• MySql is something of a Red Herring (passing through the Red Gate headed upstream to spawn) in the Oracle/Sun deal to my way of thinking, from the beginning.

    Larry has a history. That history is an obsession with beating IBM to death. Oracle produced the first relational database, based on Dr. Codd's work, before IBM. The software acquisition binge has been to further that end. So is the Sun acquisition, but not to get java. java is already theirs, to the extent they want it.

    The reason for the deal was the hardware stack, both as it is now, and what it can be. The latter is the key to understanding the deal. Historically, Oracle as run like dog poo on IBM mainframes. This is due to intimate knowledge of the internals of the (now) z/processor, and the contrary roots of Oracle as unix software.

    With the Sun stack (especially with SSD now a integral part), Larry now has an offering to replace the IBM mainframe habitat.
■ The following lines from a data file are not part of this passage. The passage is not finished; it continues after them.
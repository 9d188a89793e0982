package dev.leadline.chart;

import java.awt.Font;
import java.awt.Graphics2D;
import java.awt.geom.Rectangle2D;
import java.util.List;
import org.jfree.chart.axis.AxisState;
import org.jfree.chart.axis.LogAxis;
import org.jfree.chart.axis.NumberAxis;
import org.jfree.chart.axis.NumberTick;
import org.jfree.chart.axis.TickType;
import org.jfree.chart.axis.ValueAxis;
import org.jfree.chart.ui.RectangleEdge;
import org.jfree.chart.ui.TextAnchor;

/// Axes of the charting library with our ticks and our look.
final class Axes {
    private Axes() {}

    static ValueAxis even(Range range, Ticks ticks, Font font, Theme theme) {
        return dressed(new Even(ticks), range, font, theme);
    }

    static ValueAxis log(Range range, Ticks ticks, Font font, Theme theme) {
        return dressed(new Log(ticks), range, font, theme);
    }

    private static ValueAxis dressed(ValueAxis axis, Range range, Font font, Theme theme) {
        axis.setRange(new org.jfree.data.Range(range.low(), range.high()), true, false);
        axis.setTickLabelFont(font);
        axis.setTickLabelPaint(theme.quiet());
        axis.setTickMarkPaint(theme.axis());
        axis.setAxisLinePaint(theme.axis());
        axis.setTickMarkOutsideLength(4);
        axis.setMinorTickMarkOutsideLength(2);
        axis.setMinorTickMarksVisible(true);
        return axis;
    }

    private static List<NumberTick> placed(Ticks ticks, RectangleEdge edge) {
        var anchor = edge == RectangleEdge.BOTTOM ? TextAnchor.TOP_CENTER : TextAnchor.CENTER_RIGHT;
        return ticks.all().stream()
                .map(tick -> new NumberTick(
                        tick.label().isEmpty() ? TickType.MINOR : TickType.MAJOR,
                        tick.value(),
                        tick.label(),
                        anchor,
                        TextAnchor.CENTER,
                        0))
                .toList();
    }

    private static final class Even extends NumberAxis {
        private static final long serialVersionUID = 1;
        private final transient Ticks ticks;

        Even(Ticks ticks) {
            this.ticks = ticks;
        }

        @Override
        public List<NumberTick> refreshTicks(Graphics2D g2, AxisState state, Rectangle2D area, RectangleEdge edge) {
            return placed(ticks, edge);
        }
    }

    private static final class Log extends LogAxis {
        private static final long serialVersionUID = 1;
        private final transient Ticks ticks;

        Log(Ticks ticks) {
            this.ticks = ticks;
        }

        @Override
        public List<NumberTick> refreshTicks(Graphics2D g2, AxisState state, Rectangle2D area, RectangleEdge edge) {
            return placed(ticks, edge);
        }
    }
}
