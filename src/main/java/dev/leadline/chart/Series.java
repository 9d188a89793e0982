package dev.leadline.chart;

import dev.leadline.trace.Answer;
import dev.leadline.trace.Trace;
import java.util.List;
import java.util.Optional;
import java.util.OptionalLong;

/// One answer of one lane, as a picture needs it.
///
/// @param lane its name
/// @param scheme in words
/// @param points by growing number of draws
/// @param hits seen so far, for probabilities under unweighted draws
/// @param nonFinite evaluations left out so far
public record Series(String lane, String scheme, List<Point> points, OptionalLong hits, long nonFinite) {
    public Series {
        points = List.copyOf(points);
    }

    /// @param answer index among the things asked
    public static Series of(Trace trace, int answer) {
        var points = trace.marks().stream()
                .map(mark -> {
                    var it = mark.answers().get(answer);
                    return new Point(
                            mark.draws(),
                            it.estimate(),
                            it.interval().low(),
                            it.interval().high());
                })
                .toList();
        Optional<Answer> latest = trace.last().map(mark -> mark.answers().get(answer));
        return new Series(
                trace.lane(),
                trace.scheme().inWords(),
                points,
                latest.map(Answer::hits).orElse(OptionalLong.empty()),
                latest.map(Answer::nonFinite).orElse(0L));
    }

    public Optional<Point> last() {
        return points.isEmpty() ? Optional.empty() : Optional.of(points.getLast());
    }

    /// Whether draws were made and none was a hit: the upper limit alone is known.
    public boolean withoutHit() {
        return !points.isEmpty() && hits.isPresent() && hits.getAsLong() == 0;
    }
}
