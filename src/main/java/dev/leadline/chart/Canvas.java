package dev.leadline.chart;

import java.awt.Graphics2D;
import java.awt.RenderingHints;
import java.awt.geom.AffineTransform;
import java.awt.image.BufferedImage;

/// A transparent image to draw into, and the graphics that draw into it smoothly.
///
/// @param image premultiplied
record Canvas(BufferedImage image, Graphics2D graphics) {
    /// @param scale pixels of the image for one of the picture
    static Canvas of(int width, int height, double scale) {
        var image = new BufferedImage(
                (int) Math.round(width * scale), (int) Math.round(height * scale), BufferedImage.TYPE_INT_ARGB_PRE);
        var g = image.createGraphics();
        g.transform(AffineTransform.getScaleInstance(scale, scale));
        g.setRenderingHint(RenderingHints.KEY_ANTIALIASING, RenderingHints.VALUE_ANTIALIAS_ON);
        g.setRenderingHint(RenderingHints.KEY_TEXT_ANTIALIASING, RenderingHints.VALUE_TEXT_ANTIALIAS_ON);
        g.setRenderingHint(RenderingHints.KEY_FRACTIONALMETRICS, RenderingHints.VALUE_FRACTIONALMETRICS_ON);
        g.setRenderingHint(RenderingHints.KEY_STROKE_CONTROL, RenderingHints.VALUE_STROKE_PURE);
        return new Canvas(image, g);
    }
}
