package dev.leadline.chart;

import dev.leadline.interval.Interval;
import dev.leadline.model.UnitWords;
import dev.leadline.numeric.Rounding;
import dev.leadline.numeric.Significant;

/// What the mouse reads at a mark.
final class ReadingText {
    private static final int DIGITS = 6;

    private ReadingText() {}

    /// As `1.3e-5 ± .7e-5 per year after 1,120,000 draws`.
    static String of(Point p, String unit) {
        String after = after(p);
        String in = UnitWords.after(unit);
        double half = (p.high() - p.low()) / 2;
        if (!Double.isFinite(p.estimate())) {
            return "no estimate yet" + after;
        }
        if (!(half > 0)) {
            return Significant.text(p.estimate(), DIGITS) + in + after;
        }
        var text = Rounding.of(p.estimate(), half);
        String band = Double.isFinite(p.bandHigh() - p.bandLow())
                ? ", any-time band " + text.down(p.bandLow()) + " to " + text.up(p.bandHigh())
                : "";
        if (Interval.lopsided(p.estimate(), p.low(), p.high())) {
            return text.value() + in + ", between " + text.down(p.low()) + " and " + text.up(p.high()) + band + after;
        }
        return text.value() + " ± " + text.uncertainty().orElse("") + in + band + after;
    }

    /// As `± .7e-5 per year after 1,120,000 draws`.
    static String ofReach(Point p, String unit) {
        double reach = ErrorDecay.reach(p);
        return reach > 0
                ? "± " + Significant.text(reach, 3) + UnitWords.after(unit) + after(p)
                : "no interval yet" + after(p);
    }

    /// As `weight 10 is 5.31 times the mean; the largest 10 have 0.02 % of all weight`.
    static String ofWeight(Weights.Weighed lane, int rank) {
        String mean = Significant.text(lane.largest().get(rank - 1).estimate(), 3);
        String share = Significant.text(100 * lane.share(rank), 2);
        return rank == 1
                ? "the largest weight is %s times the mean, %s %% of all weight".formatted(mean, share)
                : "weight %d is %s times the mean; the largest %d have %s %% of all weight"
                        .formatted(rank, mean, rank, share);
    }

    /// As `repetition 12 of 2,000 in this order: 1.21 ± 0.35, misses`.
    static String ofRepetition(Repeated.Placed one, String unit) {
        var p = one.point();
        double half = (p.high() - p.low()) / 2;
        var text = Rounding.of(p.estimate(), half);
        return "%s%s, interval %s to %s, %s"
                .formatted(
                        text.value(),
                        UnitWords.after(unit),
                        text.down(p.low()),
                        text.up(p.high()),
                        one.missed() ? "misses the value" : "holds the value");
    }

    /// As `2.3 % of the outcomes from 3.1 to 3.2 mm, 45 % up to there`.
    static String ofOutcomes(Outcomes.Lying lane, int at, String unit) {
        var bar = lane.bars().get(at);
        String place = lane.discrete()
                ? "are " + Significant.text(bar.from(), DIGITS)
                : "from " + Significant.text(bar.from(), 4) + " to " + Significant.text(bar.to(), 4);
        return "%s %% of the outcomes %s%s, %s %% up to there"
                .formatted(
                        Significant.text(100 * bar.chance(), 3),
                        place,
                        UnitWords.after(unit),
                        Significant.text(100 * lane.upTo(at), 4));
    }

    private static String after(Point p) {
        return " after " + Typeset.count(p.draws()) + " draws";
    }
}
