package dev.leadline.chart;

import dev.leadline.density.Portrait;
import java.awt.BasicStroke;
import java.awt.geom.Rectangle2D;
import java.awt.image.BufferedImage;

/// The small drawing of a density in an input's row, without axes.
public final class DensitySketch {
    private static final double PEAK = 9;

    private DensitySketch() {}

    /// @param scale pixels of the image for one of the picture
    /// @return premultiplied, with nothing behind the curve
    public static BufferedImage image(Portrait portrait, int width, int height, double scale, Theme theme) {
        var canvas = Canvas.of(width, height, scale);
        var g = canvas.graphics();
        var plot = new Rectangle2D.Double(1, 1, width - 2, height - 2.5);
        g.setColor(theme.reference());
        g.setStroke(new BasicStroke(1.2f, BasicStroke.CAP_BUTT, BasicStroke.JOIN_ROUND));
        g.setClip(plot);
        portrait.shown()
                .ifPresent(over -> Silhouette.of(portrait, over, (int) plot.getWidth(), PEAK)
                        .draw(g, plot, over));
        g.setClip(null);
        g.setColor(theme.axis());
        g.fill(new Rectangle2D.Double(plot.getX(), plot.getMaxY(), plot.getWidth(), 1));
        g.dispose();
        return canvas.image();
    }
}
Since Oracle can't run on the IBM mainframe, turn the Sun iron into an Oracle mainframe. They've tried it with the HP database machine, with some success, but that required collaboration. Now Larry has a full playground in which to work.

    MySql is not a useful steppingstone to Oracle. Postgres is (was and will be, too). Oracle is an MVCC database, while MySql and DB2 are traditional lockers. Unless InnoDB is written to MVCC semantics (how much work that requires, I don't know), MySql isn't an entry level Oracle. It's just another piece that's come along for the ride.